Key Laboratory of Nutrition and Metabolism, Institute for Nutritional Sciences, Shanghai Institutes for Biological Sciences, Graduate School of the Chinese Academy of Sciences, Shanghai, China.
Diabetes. 2011 May;60(5):1435-45. doi: 10.2337/db10-1663. Epub 2011 Apr 6.
Most animals experience fasting-feeding cycles throughout their lives. It is well known that the liver plays a central role in regulating glycogen metabolism. However, how hepatic glycogenesis is coordinated with the fasting-feeding cycle to control postprandial glucose homeostasis remains largely unknown. This study determines the molecular mechanism underlying the coupling of hepatic glycogenesis with the fasting-feeding cycle.
Through a series of molecular, cellular, and animal studies, we investigated how PPP1R3G, a glycogen-targeting regulatory subunit of protein phosphatase 1 (PP1), is implicated in regulating hepatic glycogenesis and glucose homeostasis in a manner tightly orchestrated with the fasting-feeding cycle.

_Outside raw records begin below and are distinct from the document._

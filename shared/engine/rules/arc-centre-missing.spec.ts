import { describe, test } from 'vitest';
import { checkRule } from '../testing/check-rule';
import { arcCentreMissing } from './arc-centre-missing';

describe('arc-centre-missing', () => {
  test('flags a bare coordinate while an arc is in force', () => {
    checkRule(
      arcCentreMissing,
      {},
      `
G21 G90 G54 G17
G0 X10 Y0
G3 X0 Y10 I-10 J0 F500
X-10 Y0
^^^^^^^ arc-centre-missing: An arc is in force here, but the block gives neither a radius nor a centre.
M30
`,
    );
  });

  test('stays silent on modal arcs that each bring their own centre', () => {
    checkRule(
      arcCentreMissing,
      {},
      `
G21 G90 G54 G17
G0 X10 Y0
G3 X0 Y10 I-10 J0 F500
X-10 Y0 J-10
X10 R10
M30
`,
    );
  });
});

test('flags one centre word where centres count from program zero', () => {
  checkRule(
    arcCentreMissing,
    {},
    `
G21 G90 G54 G17 F500
G90.1 G0 X10 Y0
G3 X0 Y10 I0
^^^^^^^^^^^^ arc-centre-missing: Arc centres count from program zero here (G90.1), and the block gives one of the two centre words.
G0 X10 Y0
G3 X0 Y10 I0 J0
G91.1 G3 X-10 Y0 J-10
M30
`,
  );
});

PPP1R3G in the liver is upregulated during fasting and downregulated after feeding. PPP1R3G associates with glycogen pellet, interacts with the catalytic subunit of PP1, and regulates glycogen synthase (GS) activity. Fasting glucose level is reduced when PPP1R3G is overexpressed in the liver. Hepatic knockdown of PPP1R3G reduces postprandial elevation of GS activity, decreases postprandial accumulation of liver glycogen, and decelerates postprandial clearance of blood glucose. Other glycogen-targeting regulatory subunits of PP1, such as PPP1R3B, PPP1R3C, and PPP1R3D, are downregulated by fasting and increased by feeding in the liver.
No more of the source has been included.